**Record extracts**

────

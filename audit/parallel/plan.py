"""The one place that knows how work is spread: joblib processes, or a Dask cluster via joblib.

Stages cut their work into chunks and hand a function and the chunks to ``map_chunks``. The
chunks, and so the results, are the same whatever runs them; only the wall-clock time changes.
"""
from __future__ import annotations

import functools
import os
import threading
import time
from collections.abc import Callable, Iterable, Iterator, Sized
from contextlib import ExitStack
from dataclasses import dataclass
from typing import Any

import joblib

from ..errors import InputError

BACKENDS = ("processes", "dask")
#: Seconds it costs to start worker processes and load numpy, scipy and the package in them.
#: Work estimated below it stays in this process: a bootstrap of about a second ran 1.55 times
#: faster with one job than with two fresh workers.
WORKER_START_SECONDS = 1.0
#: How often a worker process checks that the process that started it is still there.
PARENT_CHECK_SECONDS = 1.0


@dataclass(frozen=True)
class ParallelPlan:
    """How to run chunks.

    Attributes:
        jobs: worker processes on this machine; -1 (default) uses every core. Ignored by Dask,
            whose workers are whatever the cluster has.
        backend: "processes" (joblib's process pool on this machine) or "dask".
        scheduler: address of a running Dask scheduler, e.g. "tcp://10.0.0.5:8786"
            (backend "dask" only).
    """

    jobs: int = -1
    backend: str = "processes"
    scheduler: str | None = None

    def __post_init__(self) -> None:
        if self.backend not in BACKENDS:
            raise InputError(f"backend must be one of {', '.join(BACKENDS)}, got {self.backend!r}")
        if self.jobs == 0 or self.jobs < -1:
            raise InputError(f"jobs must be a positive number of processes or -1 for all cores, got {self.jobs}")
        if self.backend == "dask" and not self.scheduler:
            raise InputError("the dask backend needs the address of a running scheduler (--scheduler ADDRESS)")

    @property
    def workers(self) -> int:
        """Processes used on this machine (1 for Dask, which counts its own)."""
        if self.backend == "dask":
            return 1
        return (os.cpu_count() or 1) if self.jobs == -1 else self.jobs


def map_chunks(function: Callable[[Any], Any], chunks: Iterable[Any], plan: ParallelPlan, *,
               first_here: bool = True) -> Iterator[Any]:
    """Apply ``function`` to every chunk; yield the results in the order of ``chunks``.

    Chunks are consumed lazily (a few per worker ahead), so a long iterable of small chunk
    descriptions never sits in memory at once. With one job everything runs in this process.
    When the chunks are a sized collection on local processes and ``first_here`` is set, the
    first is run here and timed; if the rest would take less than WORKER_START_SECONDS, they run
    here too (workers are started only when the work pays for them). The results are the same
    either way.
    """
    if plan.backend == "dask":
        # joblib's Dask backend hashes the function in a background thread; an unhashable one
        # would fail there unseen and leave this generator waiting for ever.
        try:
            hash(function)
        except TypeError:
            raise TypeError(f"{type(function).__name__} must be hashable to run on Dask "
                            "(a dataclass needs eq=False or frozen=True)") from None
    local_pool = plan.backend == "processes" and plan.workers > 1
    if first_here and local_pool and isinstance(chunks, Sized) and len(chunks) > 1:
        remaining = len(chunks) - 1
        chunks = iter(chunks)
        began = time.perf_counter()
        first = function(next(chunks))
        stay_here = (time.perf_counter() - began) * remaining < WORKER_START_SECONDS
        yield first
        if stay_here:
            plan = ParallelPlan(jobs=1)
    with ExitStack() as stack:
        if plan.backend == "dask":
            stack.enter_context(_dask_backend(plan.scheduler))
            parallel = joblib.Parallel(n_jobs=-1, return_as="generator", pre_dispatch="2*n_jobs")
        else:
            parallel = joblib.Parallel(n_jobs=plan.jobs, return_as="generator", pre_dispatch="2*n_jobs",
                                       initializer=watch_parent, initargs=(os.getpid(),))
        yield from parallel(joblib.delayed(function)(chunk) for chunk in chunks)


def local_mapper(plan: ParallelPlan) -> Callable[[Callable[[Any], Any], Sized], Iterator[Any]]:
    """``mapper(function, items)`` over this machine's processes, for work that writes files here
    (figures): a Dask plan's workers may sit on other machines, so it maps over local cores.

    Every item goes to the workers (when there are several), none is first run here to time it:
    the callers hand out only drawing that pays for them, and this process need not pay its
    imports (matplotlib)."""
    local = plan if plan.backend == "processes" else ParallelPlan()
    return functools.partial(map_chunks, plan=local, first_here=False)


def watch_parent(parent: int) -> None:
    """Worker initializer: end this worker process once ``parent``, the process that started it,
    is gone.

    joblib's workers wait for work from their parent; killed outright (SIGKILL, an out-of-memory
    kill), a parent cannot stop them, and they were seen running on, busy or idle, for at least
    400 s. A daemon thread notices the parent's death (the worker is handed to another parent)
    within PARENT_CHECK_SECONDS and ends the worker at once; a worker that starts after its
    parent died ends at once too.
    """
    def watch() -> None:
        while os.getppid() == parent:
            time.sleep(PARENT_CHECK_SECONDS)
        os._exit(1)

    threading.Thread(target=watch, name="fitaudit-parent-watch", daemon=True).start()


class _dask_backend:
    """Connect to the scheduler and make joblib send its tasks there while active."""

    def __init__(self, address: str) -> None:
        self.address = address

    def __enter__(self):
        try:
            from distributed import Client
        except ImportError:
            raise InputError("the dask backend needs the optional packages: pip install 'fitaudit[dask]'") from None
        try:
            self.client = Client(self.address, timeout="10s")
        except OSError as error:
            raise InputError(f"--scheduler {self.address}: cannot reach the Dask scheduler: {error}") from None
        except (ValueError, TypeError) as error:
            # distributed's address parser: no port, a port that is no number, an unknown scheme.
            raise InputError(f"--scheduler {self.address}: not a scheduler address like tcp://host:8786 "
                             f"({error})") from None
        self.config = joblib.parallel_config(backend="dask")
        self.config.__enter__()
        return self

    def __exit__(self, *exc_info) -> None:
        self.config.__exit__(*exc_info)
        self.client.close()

────

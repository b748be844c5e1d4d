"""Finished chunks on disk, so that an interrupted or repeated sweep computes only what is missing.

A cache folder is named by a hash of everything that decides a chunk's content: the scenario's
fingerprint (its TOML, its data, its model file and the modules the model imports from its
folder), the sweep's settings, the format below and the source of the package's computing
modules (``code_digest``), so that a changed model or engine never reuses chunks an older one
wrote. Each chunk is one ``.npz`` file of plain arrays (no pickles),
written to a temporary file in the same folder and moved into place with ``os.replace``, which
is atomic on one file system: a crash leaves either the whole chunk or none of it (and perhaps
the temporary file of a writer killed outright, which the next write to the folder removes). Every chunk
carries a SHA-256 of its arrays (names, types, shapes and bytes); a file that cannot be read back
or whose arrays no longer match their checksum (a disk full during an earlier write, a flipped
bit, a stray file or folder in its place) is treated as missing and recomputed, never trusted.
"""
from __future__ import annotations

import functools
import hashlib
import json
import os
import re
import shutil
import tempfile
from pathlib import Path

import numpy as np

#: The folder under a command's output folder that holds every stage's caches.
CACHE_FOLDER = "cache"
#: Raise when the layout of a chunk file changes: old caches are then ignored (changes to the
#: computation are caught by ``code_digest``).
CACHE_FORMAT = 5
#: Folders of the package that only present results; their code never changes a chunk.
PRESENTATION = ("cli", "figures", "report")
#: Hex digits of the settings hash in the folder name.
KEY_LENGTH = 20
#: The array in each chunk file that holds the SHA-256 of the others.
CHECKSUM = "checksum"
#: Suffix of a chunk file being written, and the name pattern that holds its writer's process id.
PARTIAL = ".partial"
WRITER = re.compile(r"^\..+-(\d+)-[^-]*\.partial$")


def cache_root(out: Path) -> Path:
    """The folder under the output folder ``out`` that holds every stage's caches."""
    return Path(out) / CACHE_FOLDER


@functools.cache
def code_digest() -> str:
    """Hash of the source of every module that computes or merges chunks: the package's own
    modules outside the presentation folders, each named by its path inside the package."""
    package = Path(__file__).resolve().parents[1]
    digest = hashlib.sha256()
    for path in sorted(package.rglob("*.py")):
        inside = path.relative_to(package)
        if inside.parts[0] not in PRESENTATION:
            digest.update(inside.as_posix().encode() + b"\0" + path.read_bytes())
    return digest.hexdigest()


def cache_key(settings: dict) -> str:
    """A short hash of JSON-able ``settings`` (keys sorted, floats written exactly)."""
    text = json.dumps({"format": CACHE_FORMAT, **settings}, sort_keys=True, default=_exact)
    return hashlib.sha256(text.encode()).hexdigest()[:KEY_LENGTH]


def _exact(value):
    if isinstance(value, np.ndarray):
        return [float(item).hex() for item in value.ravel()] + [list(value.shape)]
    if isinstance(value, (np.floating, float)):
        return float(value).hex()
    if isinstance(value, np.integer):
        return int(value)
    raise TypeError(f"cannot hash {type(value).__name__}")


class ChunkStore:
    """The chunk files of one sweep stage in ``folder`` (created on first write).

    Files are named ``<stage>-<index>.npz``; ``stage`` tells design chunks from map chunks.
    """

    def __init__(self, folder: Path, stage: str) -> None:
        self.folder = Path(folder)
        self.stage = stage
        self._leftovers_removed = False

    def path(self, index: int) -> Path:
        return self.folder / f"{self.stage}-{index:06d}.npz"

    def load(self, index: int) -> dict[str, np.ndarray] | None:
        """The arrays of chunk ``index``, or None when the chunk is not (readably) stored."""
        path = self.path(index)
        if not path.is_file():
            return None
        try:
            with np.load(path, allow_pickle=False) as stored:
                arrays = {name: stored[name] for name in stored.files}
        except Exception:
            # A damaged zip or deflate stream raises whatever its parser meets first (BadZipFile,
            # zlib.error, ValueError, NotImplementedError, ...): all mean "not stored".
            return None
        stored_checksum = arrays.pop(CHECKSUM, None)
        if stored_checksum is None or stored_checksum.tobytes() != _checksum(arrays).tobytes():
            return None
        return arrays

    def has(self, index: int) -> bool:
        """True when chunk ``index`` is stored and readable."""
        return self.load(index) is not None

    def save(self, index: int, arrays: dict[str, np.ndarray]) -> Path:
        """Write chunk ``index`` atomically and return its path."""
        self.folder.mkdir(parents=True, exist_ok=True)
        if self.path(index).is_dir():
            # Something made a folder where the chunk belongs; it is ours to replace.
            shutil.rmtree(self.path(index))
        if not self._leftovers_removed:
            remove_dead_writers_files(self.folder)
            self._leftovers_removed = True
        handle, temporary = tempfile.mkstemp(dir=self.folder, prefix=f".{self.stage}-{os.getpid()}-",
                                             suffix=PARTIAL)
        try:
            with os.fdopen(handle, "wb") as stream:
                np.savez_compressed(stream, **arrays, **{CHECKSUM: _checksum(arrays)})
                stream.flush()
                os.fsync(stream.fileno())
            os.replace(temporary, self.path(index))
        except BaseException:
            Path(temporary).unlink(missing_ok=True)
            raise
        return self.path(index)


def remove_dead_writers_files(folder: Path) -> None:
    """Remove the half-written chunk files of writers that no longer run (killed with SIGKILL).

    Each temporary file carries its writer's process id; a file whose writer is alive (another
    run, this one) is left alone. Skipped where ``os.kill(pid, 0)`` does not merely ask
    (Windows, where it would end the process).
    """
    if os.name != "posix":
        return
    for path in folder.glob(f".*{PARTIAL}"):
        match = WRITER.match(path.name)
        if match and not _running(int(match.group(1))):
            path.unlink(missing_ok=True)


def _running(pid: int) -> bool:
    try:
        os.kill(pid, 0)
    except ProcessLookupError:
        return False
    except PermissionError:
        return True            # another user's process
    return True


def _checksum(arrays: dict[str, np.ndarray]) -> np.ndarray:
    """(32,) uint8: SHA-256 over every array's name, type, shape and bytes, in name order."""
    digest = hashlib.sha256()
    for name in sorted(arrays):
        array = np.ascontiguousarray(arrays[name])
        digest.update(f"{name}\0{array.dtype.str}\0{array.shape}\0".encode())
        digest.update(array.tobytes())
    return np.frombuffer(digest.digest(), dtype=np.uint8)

────

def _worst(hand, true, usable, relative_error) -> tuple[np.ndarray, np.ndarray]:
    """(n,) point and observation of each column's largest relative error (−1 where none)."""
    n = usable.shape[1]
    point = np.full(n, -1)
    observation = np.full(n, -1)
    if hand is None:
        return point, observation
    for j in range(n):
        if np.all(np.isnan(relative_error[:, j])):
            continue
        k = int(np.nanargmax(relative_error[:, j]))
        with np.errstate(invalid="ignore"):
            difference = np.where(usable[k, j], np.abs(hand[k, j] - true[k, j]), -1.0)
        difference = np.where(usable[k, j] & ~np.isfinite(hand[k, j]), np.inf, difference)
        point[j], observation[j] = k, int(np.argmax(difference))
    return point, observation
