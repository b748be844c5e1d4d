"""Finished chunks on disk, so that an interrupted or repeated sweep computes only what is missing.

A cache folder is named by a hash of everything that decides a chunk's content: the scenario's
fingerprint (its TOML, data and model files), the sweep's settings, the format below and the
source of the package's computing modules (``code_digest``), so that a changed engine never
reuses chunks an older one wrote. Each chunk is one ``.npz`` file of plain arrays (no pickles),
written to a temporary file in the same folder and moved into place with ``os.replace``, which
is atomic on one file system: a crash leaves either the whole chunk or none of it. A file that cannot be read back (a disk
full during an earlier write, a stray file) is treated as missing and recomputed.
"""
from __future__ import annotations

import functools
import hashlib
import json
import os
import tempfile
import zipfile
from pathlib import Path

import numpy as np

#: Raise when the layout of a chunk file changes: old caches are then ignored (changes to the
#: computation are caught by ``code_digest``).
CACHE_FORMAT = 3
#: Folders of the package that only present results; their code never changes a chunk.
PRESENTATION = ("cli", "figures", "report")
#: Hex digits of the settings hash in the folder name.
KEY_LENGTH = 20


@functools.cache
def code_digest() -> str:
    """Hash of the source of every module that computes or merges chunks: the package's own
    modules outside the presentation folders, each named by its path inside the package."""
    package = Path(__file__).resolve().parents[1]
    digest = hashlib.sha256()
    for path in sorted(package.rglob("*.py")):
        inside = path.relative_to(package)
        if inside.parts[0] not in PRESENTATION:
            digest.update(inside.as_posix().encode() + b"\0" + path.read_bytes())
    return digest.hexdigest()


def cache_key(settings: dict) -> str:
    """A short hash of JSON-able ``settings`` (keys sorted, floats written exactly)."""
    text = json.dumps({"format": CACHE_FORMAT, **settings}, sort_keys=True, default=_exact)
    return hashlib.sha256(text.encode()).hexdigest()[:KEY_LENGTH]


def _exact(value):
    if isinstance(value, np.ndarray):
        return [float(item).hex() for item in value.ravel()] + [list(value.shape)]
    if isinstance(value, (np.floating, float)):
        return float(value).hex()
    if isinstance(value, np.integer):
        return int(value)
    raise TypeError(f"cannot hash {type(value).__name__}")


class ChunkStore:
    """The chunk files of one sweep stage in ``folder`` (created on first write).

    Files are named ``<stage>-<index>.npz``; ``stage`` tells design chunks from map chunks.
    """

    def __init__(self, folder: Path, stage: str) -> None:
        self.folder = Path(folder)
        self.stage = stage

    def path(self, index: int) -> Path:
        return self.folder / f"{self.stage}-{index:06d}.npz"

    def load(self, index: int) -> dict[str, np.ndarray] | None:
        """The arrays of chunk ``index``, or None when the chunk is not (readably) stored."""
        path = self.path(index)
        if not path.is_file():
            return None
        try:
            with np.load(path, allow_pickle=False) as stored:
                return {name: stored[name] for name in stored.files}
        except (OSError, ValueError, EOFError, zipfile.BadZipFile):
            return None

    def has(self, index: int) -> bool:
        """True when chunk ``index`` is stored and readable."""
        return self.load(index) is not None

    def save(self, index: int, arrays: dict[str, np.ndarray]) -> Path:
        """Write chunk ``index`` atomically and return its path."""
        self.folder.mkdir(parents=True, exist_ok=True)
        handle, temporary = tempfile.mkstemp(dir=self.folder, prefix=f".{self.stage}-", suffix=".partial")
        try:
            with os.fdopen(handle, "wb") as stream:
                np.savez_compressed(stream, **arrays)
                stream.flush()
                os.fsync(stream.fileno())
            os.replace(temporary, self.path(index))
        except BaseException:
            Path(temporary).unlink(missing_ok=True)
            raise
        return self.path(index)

────

**To do**
Where the data above reaches the line holding "cannot reach the", begin printing, and stop after the line holding "self.client.close()". Each line must be reproduced exactly, with nothing else added.

**Your solution**
            raise InputError(f"--scheduler {self.address}: cannot reach the Dask scheduler: {error}") from None
        except (ValueError, TypeError) as error:
            # distributed's address parser: no port, a port that is no number, an unknown scheme.
            raise InputError(f"--scheduler {self.address}: not a scheduler address like tcp://host:8786 "
                             f"({error})") from None
        self.config = joblib.parallel_config(backend="dask")
        self.config.__enter__()
        return self

    def __exit__(self, *exc_info) -> None:
        self.config.__exit__(*exc_info)
        self.client.close()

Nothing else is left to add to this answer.